At least in local markets, opponents of rent control will argue that rent caps prevent investors and developers from building the new homes needed to solve the affordable housing crisis. However, tenant activists and campaigns such as Homes Guarantee argue that the current system provides too much pricing power to landlords, who exploit the federal home loan system to gobble up large apartment buildings and keep prices high.

“The market today is really only benefiting a select few profiteers who have structured the market to benefit them,” said Tara Raghuveer, director of the Homes Guarantee campaign, in a recent interview with Fast Company. “A story of [millions] of tenant households across the country unable to pay the rent every month is not a story of market success; it’s a story of market failure.”

The FHFA is wrapping up a public comment period on the proposal to enforce renter protections at federally financed properties, and tenants and members of Congress are also calling for “good cause” eviction protections, the right to safe and habitable living conditions, the right to organize among tenants, and access to a national database of landlords who operate federally backed properties.

The campaign is also calling for anti-discrimination protects for renters such as Jenkins, who receive subsidies in the form of a housing voucher to pay rent.
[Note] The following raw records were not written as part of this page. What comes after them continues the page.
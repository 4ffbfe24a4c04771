import { describe, expect, it } from "vitest";
import { type ComparedPull, compareSides } from "@/lib/compare/compare-sides";
import { randomStream } from "@/lib/signal/random";

const RPM = Array.from({ length: 61 }, (_, k) => 2000 + 50 * k);
const SETTINGS = { a: "A", b: "B", basis: "day" as const, level: 0.95, seed: 1, resamples: 2000 };

/** Pulls of 300 N·m with 0.4 % run scatter; side B has `gainPct` more from 3000 to 4000 per minute. */
function pulls(order: string, legs: string, gainPct: number, seed: number): ComparedPull[] {
  const random = randomStream(seed);
  return [...order].map((side, i) => {
    const level = 1 + 0.004 * random.nextNormal();
    return {
      id: `r${i + 1}`,
      side,
      leg: legs[i] === "+" ? "out" : "back",
      order: i + 1,
      roadDay: null,
      engineNm: RPM.map(
        (n) =>
          300 *
          level *
          (1 + 0.0005 * random.nextNormal()) *
          (side === "B" && n >= 3000 && n <= 4000 ? 1 + gainPct / 100 : 1),
      ),
      peakKw: 150 * level + (side === "B" ? 2 : 0),
      peakNm: 300 * level,
    };
  });
}

describe("Comparison of two sides", () => {
  it("shows a gain of 5 % where it is and nowhere else", () => {
    const delta = compareSides(RPM, pulls("ABBABAABABBA", "+-+-+-+-+-+-", 5, 3), SETTINGS);
    expect(delta?.regions).toEqual([{ from_rpm: 3000, to_rpm: 4000, verdict: "gain" }]);
    expect(delta?.simultaneous).toBe(true);
    const at = RPM.indexOf(3500);
    expect(Math.abs((delta?.pct[at] ?? 0) - 5)).toBeLessThan(0.6);
    expect(delta?.low_pct[at]).toBeLessThan(delta?.pct[at] ?? 0);
    // What a campaign could have shown is more than its half-width.
    expect(delta?.resolvable_pct[at]).toBeGreaterThan(
      ((delta?.high_pct[at] ?? 0) - (delta?.low_pct[at] ?? 0)) / 2,
    );
    expect(delta?.peak_difference?.half_width_kw).toBeGreaterThan(0);
    expect(delta?.twins.filter((twin) => twin.side === "A")).toHaveLength(3);
  });

  it("could have shown only what gets past the allowance for smoothing too", () => {
    const runs = pulls("ABBABAABABBA", "+-+-+-+-+-+-", 5, 3);
    const plain = compareSides(RPM, runs, SETTINGS);
    const smoothed = compareSides(
      RPM,
      runs.map((run) => ({ ...run, kernelRpm: RPM.map(() => 200) })),
      SETTINGS,
    );
    const half = (of: typeof plain, k: number) =>
      (Math.log1p((of?.high_pct[k] ?? 0) / 100) - Math.log1p((of?.low_pct[k] ?? 0) / 100)) / 2;
    const shown = (of: typeof plain, k: number) => Math.log1p((of?.resolvable_pct[k] ?? 0) / 100);
    // At the edge of the change the band is wider by what smoothing may have rounded off; so is what it takes to be shown.
    const edge = RPM.indexOf(3000);
    expect(half(smoothed, edge)).toBeGreaterThan(1.2 * half(plain, edge));
    expect(plain?.band?.smoothing_pct).toBe(0);
    expect(smoothed?.band?.smoothing_pct).toBeGreaterThan(0);
    RPM.forEach((_, k) => {
      expect(shown(smoothed, k) - shown(plain, k)).toBeCloseTo(half(smoothed, k) - half(plain, k), 10);
      expect(shown(smoothed, k)).toBeGreaterThan(half(smoothed, k));
    });
  });

  it("gives the difference without a band below three runs a side, and says why", () => {
    const delta = compareSides(RPM, pulls("ABBA", "+-+-", 4, 1), SETTINGS);
    expect(delta?.simultaneous).toBe(false);
    expect(delta?.low_pct.every((x) => x === null)).toBe(true);
    expect(delta?.high_pct.every((x) => x === null)).toBe(true);
    expect(delta?.regions).toEqual([]);
    expect(delta?.method).toMatch(/at least 3 usable runs a side/);
    expect(delta?.pct.every((x) => x !== null)).toBe(true);
  });

  it("gives no band where one leg alone reaches, since drift of the wind can't be told there", () => {
    const runs = pulls("ABBABAABABBA", "+-+-+-+-+-+-", 0, 1).map((run) => ({
      ...run,
      engineNm: run.engineNm.map((nm, k) => (run.leg === "back" && RPM[k] > 4000 ? null : nm)),
    }));
    const delta = compareSides(RPM, runs, SETTINGS);
    expect(delta?.rpm).toEqual(RPM.filter((n) => n <= 4000));
    expect(delta?.simultaneous).toBe(true);
  });

  it("states the degrees of freedom of the curve, not of its end that few runs reach", () => {
    const reach = new Set(["r1", "r2", "r3", "r4", "r5", "r6"]);
    const runs = pulls("ABBABAABABBA", "+--++-+-+-+-", 0, 1).map((run) => ({
      ...run,
      engineNm: run.engineNm.map((nm, k) => (RPM[k] > 4800 && !reach.has(run.id) ? null : nm)),
    }));
    // Twelve runs less mean, side, leg and order; at the end six runs less the same.
    const delta = compareSides(RPM, runs, SETTINGS);
    expect(delta?.rpm.at(-1)).toBe(5000);
    expect(delta?.band?.df).toBe(8);
  });

  it("compares nothing where the sides share no engine speed", () => {
    const runs = pulls("ABBABAABABBA", "+-+-+-+-+-+-", 0, 1).map((run) => ({
      ...run,
      engineNm: run.engineNm.map((nm, k) => (RPM[k] > 3500 === (run.side === "A") ? nm : null)),
    }));
    const delta = compareSides(RPM, runs, SETTINGS);
    expect(delta).toMatchObject({ rpm: [], pct: [], simultaneous: false, regions: [] });
    expect(delta?.method).toMatch(/^No engine speed is covered/);
  });

  it("uses Bonferroni's t when a side has three runs", () => {
    const delta = compareSides(RPM, pulls("ABBABA", "+-+-+-", 0, 1), SETTINGS);
    expect(delta?.method).toMatch(/Bonferroni t.*a side has only three runs/);
    expect(delta?.regions).toEqual([]);
  });

  it("claims nothing in at least 19 of 20 campaigns without a change (20 draws: accepted up to 3, chance of more 1.6 %)", () => {
    let claims = 0;
    for (let seed = 1; seed <= 20; seed++) {
      claims += compareSides(RPM, pulls("ABBABAAB", "+-+-+-+-", 0, seed), SETTINGS)?.regions.length ? 1 : 0;
    }
    expect(claims).toBeLessThanOrEqual(3);
  });

  it("cuts the band to where both sides have three runs", () => {
    const short = pulls("ABBABAAB", "+-+-+-+-", 0, 2).map((pull) => ({
      ...pull,
      engineNm: pull.engineNm.map((nm, k) =>
        pull.side === "B" && pull.id !== "r2" && RPM[k] > 4500 ? null : nm,
      ),
    }));
    const delta = compareSides(RPM, short, SETTINGS);
    expect(delta?.rpm.at(-1)).toBe(4500);
  });

  it("is null when a side has no run, and has no difference of peaks where a side has none", () => {
    expect(compareSides(RPM, pulls("AAAA", "+-+-", 0, 1), SETTINGS)).toBeNull();
    const delta = compareSides(
      RPM,
      pulls("ABBABAAB", "+-+-+-+-", 0, 1).map((p) => ({ ...p, peakKw: null })),
      SETTINGS,
    );
    expect(delta?.peak_difference).toBeNull();
  });
});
Landlords are notorious for pushing out renters on fixed incomes or exploiting their lack of options. Jenkins said that she and her two daughters were forced into a tiny apartment that Jenkins hates living in because her housing voucher was set to expire.

“I was forced to rent from a landlord of last resort, someone who knew my position and exploited it,” Jenkins said. “The rent is $1,200 a month for an 800-square-foot apartment.”

In August, 18 senators sent a letter to FHFA urging regulators to adopt the Renters Bill of Rights framework into policy, including Sen. Edward J. Markey (D-Massachusetts) Sen. Sherrod Brown (D-Ohio) and Sen. Bernie Sanders (I-Vermont). A coalition of Democrats in the House led a similar effort, and Jenkins said dozens of academics and economists back the Renters Bill of Rights.

Mortgages backed by Fannie Mae and Freddy Mac are also called “Enterprise-backed loans.”

“There have been repeated reports of investors using low-cost financing from Enterprise-backed loans to buy properties and then sharply raising rents, mistreating tenants, and allowing buildings to fall into disrepair,” the lawmakers wrote. “The most effective way to ensure that Fannie Mae and Freddie Mac are fulfilling their obligations is by implementing tenant protections for all renters living in properties they back.”